Bagaimana kita bisa mengetahui bahwa suatu unit informasi hadis bersifat shahih, hasan, dhaif, atau maudu? Caranya, lagi-lagi, ialah hanya dengan percaya pada manusia bukan Rasul Allah yang menilai keaslian hadis. Kita tidak bisa menilai sendiri keaslian hadis. Sudah disampaikan di depan bahwa beriman kepada manusia bukan Rasul Allah adalah tidak diajarkan dalam Al Qur’an. Dengan demikian, percaya pada hadis shahih, hasan, dhaif, atau maudu adalah tidak sesuai dengan ajaran dalam Al Qur’an.
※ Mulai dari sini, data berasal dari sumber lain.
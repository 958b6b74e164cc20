namespace CopyNumber.Kinetics;

/// <summary>
/// The deterministic description dx/dt = N·v(x) in copy-number units, x real-valued. For mass action
/// v_j = Ω·k·∏ (x_i/Ω)^ν_i = c_j·∏ x_i^ν_i with the same c_j as the propensities; a <c>rate</c> law is used
/// as written. The Jacobian is exact: mass action is differentiated here, rate laws by the compiler's
/// symbolic derivatives.
/// </summary>
public sealed class RateEquations
{
    private readonly Network.Stoichiometry _n;
    private readonly Propensities _propensities;
    private readonly StateLaw?[] _rateLaws;
    private readonly (int Species, StateLaw Derivative)[][] _rateLawDerivatives;
    private readonly (int Species, long Order)[][] _reactants;
    private readonly Network.BurstProducts.Burst[] _bursts;

    /// <summary>Creates the rate equations; used by the network compiler.</summary>
    /// <param name="stoichiometry">N.</param>
    /// <param name="propensities">Supplies the mass-action constants c_j and reactant lists.</param>
    /// <param name="rateLaws">Per reaction, the rate law on a real state; null for mass action.</param>
    /// <param name="rateLawDerivatives">Per reaction, ∂v_j/∂x_i for each species i its rate law reads; empty for mass action.</param>
    /// <param name="bursts">Products made in bursts (N holds +1 for each; the rest of the mean, b − 1, is added here); null for none.</param>
    public RateEquations(
        Network.Stoichiometry stoichiometry,
        Propensities propensities,
        IReadOnlyList<StateLaw?> rateLaws,
        IReadOnlyList<IReadOnlyList<(int Species, StateLaw Derivative)>> rateLawDerivatives,
        Network.BurstProducts? bursts = null)
    {
        _bursts = bursts is null ? [] : [.. bursts.All];
        _n = stoichiometry;
        _propensities = propensities;
        _rateLaws = rateLaws.ToArray();
        _rateLawDerivatives = rateLawDerivatives.Select(d => d.ToArray()).ToArray();
        _reactants = Enumerable.Range(0, propensities.Count).Select(j => propensities.Reactants(j).ToArray()).ToArray();
    }

    /// <summary>Number of species (the dimension of x).</summary>
    public int SpeciesCount => _n.SpeciesCount;

    /// <summary>Number of reactions (the dimension of v).</summary>
    public int ReactionCount => _n.ReactionCount;

    /// <summary>The reaction rates v_j(x) in events per unit time, for constants from <see cref="Propensities.ComputeConstants"/>.</summary>
    public void Rates(double[] x, double[] constants, double[] parameters, double[] v)
    {
        for (var j = 0; j < v.Length; j++)
        {
            var law = _rateLaws[j];
            if (law is not null) { v[j] = law(x, parameters); continue; }
            var rate = constants[j];
            foreach (var (species, order) in _reactants[j])
                rate *= IntegerPower(x[species], order);
            v[j] = rate;
        }
    }

    /// <summary>dx/dt = N·v(x), in copies per unit time; <paramref name="v"/> is scratch of length <see cref="ReactionCount"/>.</summary>
    public void Derivative(double[] x, double[] constants, double[] parameters, double[] v, double[] dxdt)
    {
        Rates(x, constants, parameters, v);
        Array.Clear(dxdt);
        for (var j = 0; j < v.Length; j++)
        {
            var species = _n.ChangedSpecies(j);
            var change = _n.Changes(j);
            for (var e = 0; e < species.Length; e++) dxdt[species[e]] += change[e] * v[j];
        }
        // A burst of mean b: N holds +1, so b − 1 more copies per event on average.
        foreach (var burst in _bursts) dxdt[burst.Species] += (burst.Mean([], parameters) - 1) * v[burst.Reaction];
    }

    /// <summary>∂v_j/∂x_i, reactions × species, exact.</summary>
    public void RateJacobian(double[] x, double[] constants, double[] parameters, double[,] dvdx)
    {
        Array.Clear(dvdx);
        for (var j = 0; j < ReactionCount; j++)
        {
            if (_rateLaws[j] is not null)
            {
                foreach (var (species, derivative) in _rateLawDerivatives[j])
                    dvdx[j, species] = derivative(x, parameters);
                continue;
            }
            var reactants = _reactants[j];
            for (var r = 0; r < reactants.Length; r++)
            {
                var (species, order) = reactants[r];
                var d = constants[j] * order * IntegerPower(x[species], order - 1);
                for (var q = 0; q < reactants.Length; q++)
                    if (q != r) d *= IntegerPower(x[reactants[q].Species], reactants[q].Order);
                dvdx[j, species] += d;
            }
        }
    }

    /// <summary>The Jacobian of dx/dt, J = N·∂v/∂x (species × species); <paramref name="dvdx"/> is scratch.</summary>
    public void Jacobian(double[] x, double[] constants, double[] parameters, double[,] dvdx, double[,] jacobian)
    {
        RateJacobian(x, constants, parameters, dvdx);
        Array.Clear(jacobian);
        for (var j = 0; j < ReactionCount; j++)
        {
            var species = _n.ChangedSpecies(j);
            var change = _n.Changes(j);
            for (var e = 0; e < species.Length; e++)
                for (var k = 0; k < SpeciesCount; k++)
                    jacobian[species[e], k] += change[e] * dvdx[j, k];
        }
        foreach (var burst in _bursts)
        {
            var extra = burst.Mean([], parameters) - 1;
            for (var k = 0; k < SpeciesCount; k++) jacobian[burst.Species, k] += extra * dvdx[burst.Reaction, k];
        }
    }

    private static double IntegerPower(double x, long n)
    {
        var result = 1.0;
        for (var q = 0L; q < n; q++) result *= x;
        return result;
    }
}
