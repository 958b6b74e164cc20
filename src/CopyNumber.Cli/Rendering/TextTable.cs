using System.Text;

namespace CopyNumber.Cli.Rendering;

/// <summary>
/// A plain-text table: a header row, a rule, then rows; numbers right-aligned, text left-aligned. Each row stays one
/// line (scripts grep them); the rule under a text last column stops at <see cref="LongestRule"/> characters, so one
/// long sentence (a verdict's reason) does not draw hundreds of dashes.
/// </summary>
internal sealed class TextTable(params string[] headers)
{
    /// <summary>The longest rule drawn under a text last column.</summary>
    public const int LongestRule = 100;

    private readonly List<string[]> _rows = [];

    public TextTable Add(params string[] cells)
    {
        _rows.Add(cells);
        return this;
    }

    public override string ToString()
    {
        var columns = headers.Length;
        var widths = new int[columns];
        foreach (var row in _rows.Prepend(headers))
            for (var c = 0; c < columns && c < row.Length; c++) widths[c] = Math.Max(widths[c], row[c].Length);
        var rightAligned = Enumerable.Range(0, columns)
            .Select(c => _rows.Count > 0 && _rows.All(r => c >= r.Length || LooksNumeric(r[c])))
            .ToArray();
        var text = new StringBuilder();
        void Line(string[] cells)
        {
            for (var c = 0; c < columns; c++)
            {
                var cell = c < cells.Length ? cells[c] : "";
                if (c > 0) text.Append("  ");
                text.Append(rightAligned[c] ? cell.PadLeft(widths[c]) : cell.PadRight(widths[c]));
            }
            while (text.Length > 0 && text[^1] == ' ') text.Length--;
            text.Append('\n');
        }
        Line(headers);
        var last = columns - 1;
        text.Append(string.Join("  ", widths.Select((w, c) => new string('-', c == last && !rightAligned[c] ? Math.Min(w, Math.Max(LongestRule, headers[c].Length)) : w)))).Append('\n');
        foreach (var row in _rows) Line(row);
        return text.ToString();
    }

    private static bool LooksNumeric(string cell) =>
        cell.Length == 0 || cell == "-" || double.TryParse(cell.Split(' ')[0], System.Globalization.NumberStyles.Float, System.Globalization.CultureInfo.InvariantCulture, out _);
}
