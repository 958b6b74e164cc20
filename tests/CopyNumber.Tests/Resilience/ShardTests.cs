using CopyNumber.Ensembles;
using CopyNumber.Storage;
using CopyNumber.Tests.Cli;
using CopyNumber.Tests.Storage;
using static CopyNumber.Tests.Resilience.RunFolders;

namespace CopyNumber.Tests.Resilience;

/// <summary>
/// Shards of a run and their merge. The reference each time is one unsplit run of the same replicates
/// with the same seed: replicate r's stream depends on (seed, r) alone (docs/conventions.md), so three
/// shards run exactly its replicates, and the merge must reproduce its tables cell for cell.
/// </summary>
public class ShardTests
{
    [Fact]
    public void Shard_ranges_are_contiguous_disjoint_and_cover_every_block()
    {
        // Checked by enumeration against the definition ⌊(i − 1)B/n⌋ … ⌊iB/n⌋ − 1 for every n ≤ B.
        foreach (var blocks in new long[] { 1, 2, 7, 16, 1000 })
        {
            for (var n = 1; n <= Math.Min(blocks, 40); n++)
            {
                var next = 0L;
                for (var i = 1; i <= n; i++)
                {
                    var (first, end) = new Shard(i, n).Blocks(blocks);
                    Assert.Equal(next, first);
                    Assert.InRange(end - first, blocks / n, (blocks + n - 1) / n);
                    next = end;
                }
                Assert.Equal(blocks, next);
            }
        }
    }

    [Fact]
    public void Three_shards_merged_equal_one_run_of_all_replicates_cell_for_cell()
    {
        using var scratch = new ScratchFolder();
        var model = WriteModel(scratch);
        var whole = scratch.File("whole");
        Assert.Equal(0, CliRun.Of([.. Simulate(model, 1000, 5, "--paths", "150", "--out", whole)]).ExitCode);
        var shards = new List<string>();
        for (var i = 1; i <= 3; i++)
        {
            var folder = scratch.File($"shard-{i}");
            var run = CliRun.Of([.. Simulate(model, 1000, 5, "--paths", "150", "--shard", $"{i}/3", "--threads", i.ToString(), "--out", folder)]);
            Assert.Equal(0, run.ExitCode);
            Assert.False(Manifest(folder).Partial);
            shards.Add(folder);
        }
        // 1000 replicates are 16 blocks of 64: shards of 5, 5 and 6 blocks.
        Assert.Equal(["0-4", "5-9", "10-15"], shards.Select(s => Manifest(s).ExtraText(ManifestFields.FinishedBlocks)).ToArray());
        Assert.Equal([320L, 320, 360], shards.Select(s => Manifest(s).ReplicatesFinished).ToArray());

        var merged = scratch.File("merged");
        var merge = CliRun.Of(["merge", shards[2], shards[0], shards[1], "--out", merged]);
        Assert.Equal(0, merge.ExitCode);
        foreach (var file in ResultFiles.Append(RunFiles.Paths)) AssertSameCells(whole, merged, file);
        var manifest = Manifest(merged);
        Assert.False(manifest.Partial);
        Assert.Equal(1000, manifest.ReplicatesFinished);
        Assert.Equal(Manifest(whole).EventsFired, manifest.EventsFired);
        Assert.Equal("1/1", manifest.Arguments["shard"]);
        Assert.Equal(Directory.GetFiles(whole).Select(Path.GetFileName).Order(), Directory.GetFiles(merged).Select(Path.GetFileName).Order());
    }

    [Fact]
    public void An_incomplete_merge_is_partial_and_merges_on_with_the_missing_shard()
    {
        using var scratch = new ScratchFolder();
        var model = WriteModel(scratch);
        var whole = scratch.File("whole");
        Assert.Equal(0, CliRun.Of([.. Simulate(model, 700, 9, "--out", whole)]).ExitCode);
        var shard = new string[4];
        for (var i = 1; i <= 4; i++)
        {
            shard[i - 1] = scratch.File($"s{i}");
            Assert.Equal(0, CliRun.Of([.. Simulate(model, 700, 9, "--shard", $"{i}/4", "--out", shard[i - 1])]).ExitCode);
        }
        // Shards 1 and 3 leave a gap: the moment tree keeps the two parts apart until shard 2 fills it.
        var partial = scratch.File("partial");
        var first = CliRun.Of(["merge", shard[0], shard[2], "--out", partial]);
        Assert.Equal(0, first.ExitCode);
        Assert.Contains("partial", first.Error);
        Assert.True(Manifest(partial).Partial);
        var all = scratch.File("all");
        Assert.Equal(0, CliRun.Of(["merge", partial, shard[3], shard[1], "--out", all]).ExitCode);
        foreach (var file in ResultFiles) AssertSameCells(whole, all, file);
        Assert.False(Manifest(all).Partial);
    }

    [Theory]
    [InlineData("--seed", "6", "--seed")]
    [InlineData("--every", "0.25", "--every")]
    [InlineData("--method", "next-reaction", "--method")]
    [InlineData("--replicates", "640", "--replicates")]
    public void Merge_refuses_shards_of_different_settings(string option, string value, string named)
    {
        using var scratch = new ScratchFolder();
        var model = WriteModel(scratch);
        var a = scratch.File("a");
        var b = scratch.File("b");
        Assert.Equal(0, CliRun.Of([.. Simulate(model, 300, 5, "--shard", "1/2", "--out", a)]).ExitCode);
        var args = Simulate(model, 300, 5, "--shard", "2/2", "--out", b).ToList();
        var at = args.IndexOf(option);
        if (at >= 0) args[at + 1] = value;
        else args.AddRange([option, value]);
        Assert.Equal(0, CliRun.Of([.. args]).ExitCode);

        var merged = scratch.File("merged");
        var run = CliRun.Of(["merge", a, b, "--out", merged]);
        Assert.Equal(2, run.ExitCode);
        Assert.Contains("not part of the same run", run.Error);
        Assert.Contains(named, run.Error);
        AssertNoStackTrace(run);
        Assert.False(Directory.Exists(merged));
    }

    [Fact]
    public void Merge_refuses_shards_of_different_models_and_overlapping_shards()
    {
        using var scratch = new ScratchFolder();
        var model = WriteModel(scratch);
        var other = WriteModel(scratch, BurstyGene.Replace("ktx = 8", "ktx = 9"), "other.cnet");
        var a = scratch.File("a");
        var b = scratch.File("b");
        var c = scratch.File("c");
        Assert.Equal(0, CliRun.Of([.. Simulate(model, 300, 5, "--shard", "1/2", "--out", a)]).ExitCode);
        Assert.Equal(0, CliRun.Of([.. Simulate(other, 300, 5, "--shard", "2/2", "--out", b)]).ExitCode);
        Assert.Equal(0, CliRun.Of([.. Simulate(model, 300, 5, "--out", c)]).ExitCode);

        var models = CliRun.Of(["merge", a, b, "--out", scratch.File("m1")]);
        Assert.Equal(2, models.ExitCode);
        Assert.Contains("SHA-256", models.Error);

        var overlap = CliRun.Of(["merge", a, c, "--out", scratch.File("m2")]);
        Assert.Equal(2, overlap.ExitCode);
        Assert.Contains("both hold block 0", overlap.Error);

        var twice = CliRun.Of(["merge", a, a, "--out", scratch.File("m3")]);
        Assert.Equal(2, twice.ExitCode);
        Assert.Contains("given twice", twice.Error);

        var notARun = CliRun.Of(["merge", a, scratch.Path, "--out", scratch.File("m4")]);
        Assert.Equal(2, notARun.ExitCode);
        Assert.Contains("manifest.json", notARun.Error);
        foreach (var run in new[] { models, overlap, twice, notARun }) AssertNoStackTrace(run);
    }
}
Bagaimana dengan Al Qur’an terjemahan? Penerjemahan Al Qur’an memang dapat menjadi masalah jika penerjemahnya tidak bisa menerjemahkannya dengan baik. Terjemahan yang baik adalah jika informasinya sama dengan yang asli. Oleh karena itu, yang dimaksud dengan beriman kepada Al Qur’an adalah beriman kepada Al Qur’an yang asli, yaitu yang berbahasa Arab. Al Qur’an terjemahan hanyalah sebagai alat untuk mempelajari Al Qur’an sehingga tidak boleh diimani. Penulis juga menyadari bahwa penggunaan Al Qur’an terjemahan dalam blog ini merupakan suatu kelemahan. Walaupun demikian, penggunaan Al Qur’an terjemahan adalah suatu cara terbaik bagi orang-orang yang ingin mempelajari Al Qur’an tetapi buta bahasa Arab.

PENUTUP

Demikianlah evaluasi keimanan yang dapat dilakukan. Makalah ini akan direvisi jika terjadi perubahan persepsi pada diri penulis.